Cas Lek Cesk. 1991 Dec 13;130(24-25):692-5.
Syndrome "X" comprises a heterogeneous group of patients with normal coronarographic findings whose repeatedly occurring chest pain is of ischaemic origin, similarly as angina pectoris in patients with CHD. One of the signs of ischaemic etiology of pain in these patients is significant depression of the ST interval on the ECG during ergometry. We were interested to know whether the depression of the ST interval and angina pectoris which develop during a load are associated also with a transient disorder of left ventricular local kinetics. We examined therefore five patients, using the dipyridamol test combined with an isometric load evaluated by two-dimensional (2D) echocardiography. All examinations revealed a normal coronarographic finding and significant electrocardiographic manifestations of ischaemia during ECG stress test. The investigation showed that none of the patients with "X" syndrome suffered from transient changes in the local kinetics of the heart muscle and we assume therefore that myocardial ischaemia in syndrome "X" does not affect a sufficiently large portion of the cardiac wall in the transmural section to be manifested by impaired kinetics detectable by 2D-echocardiography.

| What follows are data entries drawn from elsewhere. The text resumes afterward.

describe('POST /api/users/{userId}/deactivate', () => {
  it('ends every session of the account at once, keeps its records and refuses its sign-in', async () => {
    const email = 'two.tablets@larkfield.example';
    const id = await addAccount(server, email, 'student');
    const tablet = await apiSignIn(server.baseUrl, email, DEMO.password);
    const desk = await apiSignIn(server.baseUrl, email, DEMO.password);
    const oldCookies = [tablet.cookie, desk.cookie];
    for (const c of oldCookies) expect(await meStatus(server, c)).toBe(200);

    const res = await send(ingrid, 'POST', `/api/users/${id}/deactivate`);
    expect(res.status).toBe(200);
    expect(res.body).toMatchObject({ sessionsEnded: 2, user: { userId: id, active: false } });
    // A replayed old cookie is signed out, on every device.
    for (const c of oldCookies) expect(await meStatus(server, c)).toBe(401);
    await expect(apiSignIn(server.baseUrl, email, DEMO.password)).rejects.toThrow(/sign-in failed/);
    // The account is still there, deactivated.
    expect(await account(id)).toMatchObject({ email, active: false });
    const lines = await auditOf(server, 'user', id);
    expect(lines.at(-1)).toMatchObject({
      action: 'user.deactivated',
      actor_id: ingridId,
      detail: { sessionsEnded: 2 },
    });
  });

  it("names a deactivated attending's students, with who else reviews each, and keeps the assignments", async () => {
    const att = await addAccount(server, 'leaving.attending@larkfield.example', 'attending', { name: 'Dr Leaving' });
    const other = await addAccount(server, 'staying.attending@larkfield.example', 'attending', { name: 'Dr Staying' });
    const alone = await addAccount(server, 'alone.student@larkfield.example', 'student', { name: 'Alone Student' });
    const shared = await addAccount(server, 'shared.student@larkfield.example', 'student', { name: 'Shared Student' });
    await assign(server, att, alone);
    await assign(server, att, shared);
    await assign(server, other, shared);
    const res = await send(ingrid, 'POST', `/api/users/${att}/deactivate`);
    expect(res.status).toBe(200);
    expect(res.body.studentsToReassign).toEqual([
      { userId: alone, name: 'Alone Student', otherAttendings: [] },
      {
        userId: shared,
        name: 'Shared Student',
        otherAttendings: [{ userId: other, name: 'Dr Staying', active: true }],
      },
    ]);
    expect((await account(shared)).attendings).toEqual([
      { userId: att, name: 'Dr Leaving', active: false },
      { userId: other, name: 'Dr Staying', active: true },
    ]);
  });

  it('refuses your own account with a clear 409, changing nothing', async () => {
    const res = await send(ingrid, 'POST', `/api/users/${ingridId}/deactivate`);
    expect(res.status).toBe(409);
    expect(res.body).toMatchObject({ code: 'self' });
    expect(res.body.error).toMatch(/your own account/);
    expect(await meStatus(server, ingrid.cookie)).toBe(200);
  });

  it('refuses the last active director, even to a director whose own deactivation landed a moment before', async () => {
    // A second director, deactivated while their request to deactivate Ingrid is in flight:
    // the service (not the session check, already passed) must keep one director active.
    const ruth = await addAccount(server, 'ruth.second.director@larkfield.example', 'director', { active: false });
    const answer = await withDb(server, (k) =>
      deactivate(
        k,
        { id: ruth, email: 'ruth.second.director@larkfield.example', name: 'Ruth', role: 'director' },
        ingridId,
      ),
    );
    expect(answer.status).toBe(409);
    expect(answer.body).toMatchObject({ code: 'last-director' });
    expect(answer.body.error).toMatch(/last active director/);
    expect((await account(ingridId)).active).toBe(true);
  });

  it('leaves one director active when two directors deactivate each other at the same moment', async () => {
    const email = 'mutual.director@larkfield.example';
    const other = await addAccount(server, email, 'director');
    const otherApi = await apiSignIn(server.baseUrl, email, DEMO.password);
    const [a, b] = await Promise.all([
      send(ingrid, 'POST', `/api/users/${other}/deactivate`),
      send(otherApi, 'POST', `/api/users/${ingridId}/deactivate`),
    ]);
    const list = await withDb(server, (k) => k('users').where({ role: 'director', active: true }).pluck('id'));
    expect(list.length).toBeGreaterThanOrEqual(1);
    // Whichever came second was refused: signed out (401) or as the last director (409).
    const statuses = [a.status, b.status].sort();
    expect(statuses[0]).toBe(200);
    expect([401, 409]).toContain(statuses[1]);
    if (a.status !== 200) {
      // Ingrid was deactivated: bring her back for the rest of the file.
      await withDb(server, (k) => k('users').where({ id: ingridId }).update({ active: true }));
      ingrid = await apiSignIn(server.baseUrl, DEMO.ingrid, DEMO.password);
    }
  });

  it('answers 404 for an account that does not exist and 409 for one already deactivated', async () => {
    expect((await send(ingrid, 'POST', '/api/users/987654/deactivate')).status).toBe(404);
    expect((await send(ingrid, 'POST', '/api/users/not-a-number/deactivate')).status).toBe(404);
    const id = await addAccount(server, 'already.off@larkfield.example', 'student', { active: false });
    const res = await send(ingrid, 'POST', `/api/users/${id}/deactivate`);
    expect(res.status).toBe(409);
    expect(res.body).toMatchObject({ code: 'unchanged' });
  });
});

“X综合征”包括一组冠状动脉造影结果正常但反复出现胸痛且胸痛起源于缺血的异质性患者,这与冠心病患者的心绞痛类似。这些患者疼痛的缺血性病因的迹象之一是运动试验期间心电图上ST段明显压低。我们想了解负荷期间出现的ST段压低和心绞痛是否也与左心室局部动力学的短暂紊乱有关。因此,我们使用双嘧达莫试验结合二维(2D)超声心动图评估的等长负荷对五名患者进行了检查。所有检查均显示冠状动脉造影结果正常,且心电图负荷试验期间有明显的缺血性心电图表现。研究表明,“X综合征”患者均未出现心肌局部动力学的短暂变化,因此我们认为“X综合征”中的心肌缺血并未影响透壁切片中心脏壁足够大的部分,以至于无法通过二维超声心动图检测到动力学受损。